I did. I told him how we met, how we hooked up through the singles network. Meeting at the restaurant, going to the club, walking around town. Finally ending up back at her place. Under the circumstances, I overcame any uneasiness I might have felt and told him exactly how much physical contact we had that night. I knew it would be important when the medical examiner did his work.
It didn’t take long to cover everything. It was only one night, after all, maybe four or five hours spent with her. When we were done he thanked me. Then he took me back outside to his car, to take me home.
It was well after midnight when he dropped me of
f at the gym. The place looked too dark tonight. It looked like a building long abandoned.
“You live here, huh?” the chief said. “I remember when it was the bus station.”
“Anything happens, any development, you’ll call me, right? No matter what time it is?”
“Of course. We’ll catch whoever did this, don’t worry.”
“Do that,” I said. “Please.”
“We might need to ask you some more questions tomorrow. I assume Detective Borello knows where to reach you?”
“Sure. I’ll be at work. Or he has my cell phone number.”
“Good enough,” he said. “Go get some sleep.”
Like there was any way that was going to happen.
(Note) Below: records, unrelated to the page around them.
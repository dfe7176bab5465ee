//! Degenerate images and masks: tiny and thin images, constant data, masks that touch every
//! border or leave one known pixel, extreme and non-finite values, and a write that fails half
//! way. Each either fills correctly or fails with a clear error and leaves everything unchanged.
//! Every case runs on both storages of the solver.

// Source: the linear fill of a 1-D hole, the constant fill with one Dirichlet pixel and the mean
// of four around an isolated pixel are textbook facts of the discrete Laplace equation (LeVeque,
// Finite Difference Methods for ODEs and PDEs, SIAM 2007, ch. 2–3; mean-value property); the
// range checks are the maximum principle (same book); "no file left after a failed write" and the
// error texts are the project's own contract (common practice for atomic writes).

use reweave::fill::{FillError, FillParams, Solver, Start, Structure};
use reweave::mask::Mask;
use reweave::raster;

use crate::common::STRUCTURES;

fn solve(structure: Structure, plane: &mut [f32], mask: &Mask) -> Result<reweave::fill::FillReport, FillError> {
    let params = FillParams { tolerance: 1e-10, ..FillParams::default() };
    Solver::with_structure(mask, structure)?.solve(&mut [plane], &params, Start::FullMultigrid, &mut |_| true)
}

#[test]
fn a_one_pixel_image_has_nothing_to_fill_from() {
    for s in STRUCTURES {
        let mut plane = [7.0f32];
        let mask = Mask::from_fn(1, 1, |_, _| true);
        assert_eq!(solve(s, &mut plane, &mask).unwrap_err(), FillError::NoKnownPixels);
        assert_eq!(plane, [7.0]);
        // And with nothing masked, nothing changes.
        let report = solve(s, &mut plane, &Mask::new(1, 1)).unwrap();
        assert_eq!((report.unknowns, plane), (0, [7.0]));
    }
}

#[test]
fn thin_images_fill_linearly_between_known_ends() {
    // On a 1×N or N×1 image the 5-point equation with the natural boundary is the 1-D Laplace
    // equation u'' = 0, whose discrete solution between two known ends is linear (textbook).
    let n = 300;
    let known = |i: usize| i < 3 || i >= n - 4;
    for (w, h) in [(n, 1), (1, n)] {
        let mask = Mask::from_fn(w, h, |x, y| !known(x + y));
        for s in STRUCTURES {
            let mut plane: Vec<f32> = (0..n).map(|i| if known(i) { 2.0 * i as f32 + 5.0 } else { -1.0 }).collect();
            solve(s, &mut plane, &mask).unwrap();
            for (i, v) in plane.iter().enumerate() {
                assert!((v - (2.0 * i as f32 + 5.0)).abs() < 1e-3, "{w}×{h} {s:?}: pixel {i} = {v}");
            }
        }
    }
}

#[test]
fn one_known_pixel_fills_everything_with_its_value() {
    // With a single Dirichlet pixel and the natural boundary everywhere else, the only harmonic
    // function is the constant (uniqueness of the mixed problem; textbook).
    let (w, h) = (70, 50);
    let mask = Mask::from_fn(w, h, |x, y| (x, y) != (13, 41));
    for s in STRUCTURES {
        let mut plane = vec![0.0f32; w * h];
        plane[41 * w + 13] = 3.25;
        solve(s, &mut plane, &mask).unwrap();
        assert!(
            plane.iter().all(|v| (v - 3.25).abs() < 1e-5),
            "{s:?}: {:?}",
            plane.iter().fold(0f32, |m, v| m.max((v - 3.25).abs()))
        );
    }
}

#[test]
fn a_mask_touching_every_border_around_a_known_block() {
    // Known: a constant block in the middle; everything else, up to every image edge, masked.
    let (w, h) = (90, 64);
    let mask = Mask::from_fn(w, h, |x, y| !((40..50).contains(&x) && (30..36).contains(&y)));
    for s in STRUCTURES {
        let mut plane = vec![f32::NAN; w * h];
        for y in 30..36 {
            for x in 40..50 {
                plane[y * w + x] = -17.5;
            }
        }
        solve(s, &mut plane, &mask).unwrap();
        assert!(plane.iter().all(|&v| v == -17.5 || (v + 17.5).abs() < 1e-5), "{s:?}");
    }
}

#[test]
fn constant_data_stays_constant_on_every_mask_family() {
    for family in reweave::synth::MaskFamily::ALL {
        let mask = family.mask(160, 11);
        for s in STRUCTURES {
            let mut plane = vec![1234.5f32; 160 * 160];
            solve(s, &mut plane, &mask).unwrap();
            assert!(plane.iter().all(|v| (v - 1234.5).abs() <= 1e-3), "{family} {s:?}");
        }
    }
}

#[test]
fn isolated_pixels_take_the_mean_of_their_four_neighbours() {
    // Every masked pixel is alone (a checkerboard of one-pixel holes inside a known border): the
    // fill is the mean of the four known neighbours, the mean-value property of the 5-point
    // stencil (textbook).
    let (w, h) = (41, 33);
    let mask = Mask::from_fn(w, h, |x, y| x > 0 && y > 0 && x + 1 < w && y + 1 < h && (x + y) % 2 == 0);
    let value = |x: usize, y: usize| ((x * 7 + y * 13) % 17) as f32;
    for s in STRUCTURES {
        let mut plane: Vec<f32> = (0..w * h).map(|i| if mask.bits()[i] { 0.0 } else { value(i % w, i / w) }).collect();
        solve(s, &mut plane, &mask).unwrap();
        for y in 1..h - 1 {
            for x in 1..w - 1 {
                if mask.get(x, y) {
                    let mean = (value(x - 1, y) + value(x + 1, y) + value(x, y - 1) + value(x, y + 1)) / 4.0;
                    assert!((plane[y * w + x] - mean).abs() < 1e-5, "{s:?} at ({x},{y})");
                }
            }
        }
    }
}

#[test]
fn huge_and_subnormal_values_stay_finite_and_within_the_rim() {
    let (w, h) = (80, 60);
    let mask = Mask::from_fn(w, h, |x, y| (10..70).contains(&x) && (10..50).contains(&y));
    for (low, high) in [(-1e30f32, 1e30f32), (1e-40, 3e-40), (0.0, f32::MAX / 8.0)] {
        for s in STRUCTURES {
            let mut plane: Vec<f32> = (0..w * h).map(|i| if (i % w) < w / 2 { low } else { high }).collect();
            solve(s, &mut plane, &mask).unwrap_or_else(|e| panic!("{s:?} [{low}, {high}]: {e}"));
            for (i, &v) in plane.iter().enumerate() {
                assert!(v.is_finite() && v >= low && v <= high, "{s:?} [{low}, {high}]: pixel {i} = {v}");
            }
        }
    }
}

#[test]
fn a_non_finite_pixel_next_to_a_hole_is_named_and_nothing_changes() {
    let (w, h) = (120, 90);
    let mask = Mask::from_fn(w, h, |x, y| (20..100).contains(&x) && (20..70).contains(&y));
    for s in STRUCTURES {
        for bad in [f32::NAN, f32::INFINITY] {
            let mut plane: Vec<f32> = (0..w * h).map(|i| (i % 97) as f32).collect();
            plane[19 * w + 50] = bad; // just above the hole
            let before = plane.clone();
            let err = solve(s, &mut plane, &mask).unwrap_err();
            assert_eq!(err, FillError::NonFiniteRim { x: 50, y: 19 }, "{s:?}");
            assert!(err.to_string().contains("(50, 19)"));
            assert!(plane.iter().zip(&before).all(|(a, b)| a.to_bits() == b.to_bits()), "{s:?}: planes unchanged");
        }
        // A non-finite pixel that does not touch a hole is simply left alone.
        let mut plane: Vec<f32> = (0..w * h).map(|i| (i % 97) as f32).collect();
        plane[5 * w + 5] = f32::NAN;
        solve(s, &mut plane, &mask).unwrap();
        assert!(plane[5 * w + 5].is_nan());
        assert!(mask.bits().iter().zip(&plane).all(|(&m, v)| !m || v.is_finite()));
    }
}

#[test]
fn a_write_that_fails_half_way_leaves_no_file() {
    // A full disk or a lost connection mid-write (simulated by a writer that fails after some
    // bytes): the target is not created and no temporary file is left beside it.
    let dir = tempfile::tempdir().unwrap();
    let target = dir.path().join("result.tif");
    let err = raster::write_atomic(&target, |w| {
        use std::io::Write;
        w.write_all(&[0u8; 100_000]).map_err(|e| e.to_string())?;
        Err("No space left on device (os error 28)".to_owned())
    })
    .unwrap_err();
    assert!(err.to_string().contains("result.tif") && err.to_string().contains("No space left"), "{err}");
    assert_eq!(std::fs::read_dir(dir.path()).unwrap().count(), 0, "nothing left in the folder");

    // Over an existing file: the old content survives.
    std::fs::write(&target, b"earlier result").unwrap();
    raster::write_atomic(&target, |_| Err("disk full".to_owned())).unwrap_err();
    assert_eq!(std::fs::read(&target).unwrap(), b"earlier result");
    assert_eq!(std::fs::read_dir(dir.path()).unwrap().count(), 1);
}

/// The other methods on the same degenerate inputs: they fill (finite values, known pixels
/// unchanged, constants stay constant) or fail with the same clear errors.
#[test]
fn biharmonic_and_guided_fill_degenerate_inputs_or_say_why() {
    use reweave::fill::{FillMethod, fill};
    for method in [FillMethod::Biharmonic, FillMethod::Guided] {
        let params = FillParams { method, tolerance: 1e-10, ..FillParams::default() };
        // Nothing to fill from.
        let mut one = [7.0f32];
        assert_eq!(
            fill(&mut [&mut one[..]], &Mask::from_fn(1, 1, |_, _| true), &params).unwrap_err(),
            FillError::NoKnownPixels
        );
        assert_eq!(one, [7.0]);
        // Thin images, one known pixel, a mask around a known block, isolated pixels: constant
        // data stays constant (both equations reproduce constants; common practice).
        let cases: Vec<(usize, usize, Mask)> = vec![
            (1, 40, Mask::from_fn(1, 40, |_, y| (5..35).contains(&y))),
            (40, 1, Mask::from_fn(40, 1, |x, _| x != 0 && x != 39)),
            (9, 7, Mask::from_fn(9, 7, |x, y| (x, y) != (4, 3))),
            (12, 12, Mask::from_fn(12, 12, |x, y| !(4..8).contains(&x) || !(4..8).contains(&y))),
            (20, 20, Mask::from_fn(20, 20, |x, y| (x + 3 * y) % 7 == 0)),
        ];
        for (w, h, mask) in cases {
            let mut plane: Vec<f32> = (0..w * h).map(|i| if mask.bits()[i] { f32::NAN } else { 42.5 }).collect();
            let report = fill(&mut [&mut plane[..]], &mask, &params)
                .unwrap_or_else(|e| panic!("{} on {w}×{h}: {e}", method.name()));
            assert_eq!(report.unknowns, mask.count());
            for (i, v) in plane.iter().enumerate() {
                assert!((v - 42.5).abs() < 1e-4, "{} on {w}×{h}: pixel {i} = {v}", method.name());
            }
        }
        // A NaN next to a hole is named, and nothing changes.
        let (w, h) = (10, 10);
        let mask = Mask::from_fn(w, h, |x, y| (4..6).contains(&x) && (4..6).contains(&y));
        let mut plane: Vec<f32> = vec![1.0; w * h];
        plane[4 * w + 3] = f32::NAN;
        let before = plane.clone();
        let err = fill(&mut [&mut plane[..]], &mask, &params).unwrap_err();
        assert_eq!(err, FillError::NonFiniteRim { x: 3, y: 4 }, "{}", method.name());
        assert!(plane.iter().zip(&before).all(|(a, b)| a.to_bits() == b.to_bits()));
    }
}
An hour later, I was lying in my bed, staring up at my ceiling, seeing nothing but Marlene’s dead body in the weeds, the black fabric wrapped around her neck. Two hours later, nothing had changed.
It should be me, I thought. Mine should be the life ended. I was the one who dared to think I could become human again. That was my sin, not hers.
I got up and went downstairs. I opened up the back door to the gym, went inside, and flipped on the one lamp on the table, the same table where I had been sitting with Anderson and the guys, before Sandra showed up and we packed her off to the shelter. Before Howie showed up and turned what was left of the night inside out.
I hit the heavy bag with my right hand. Then my left. I didn’t tape up. I didn’t think about what the bag was doing to my hands. I just kept hitting it. That’s all I could think of doing. Just hitting and hitting that bag until I had nothing left.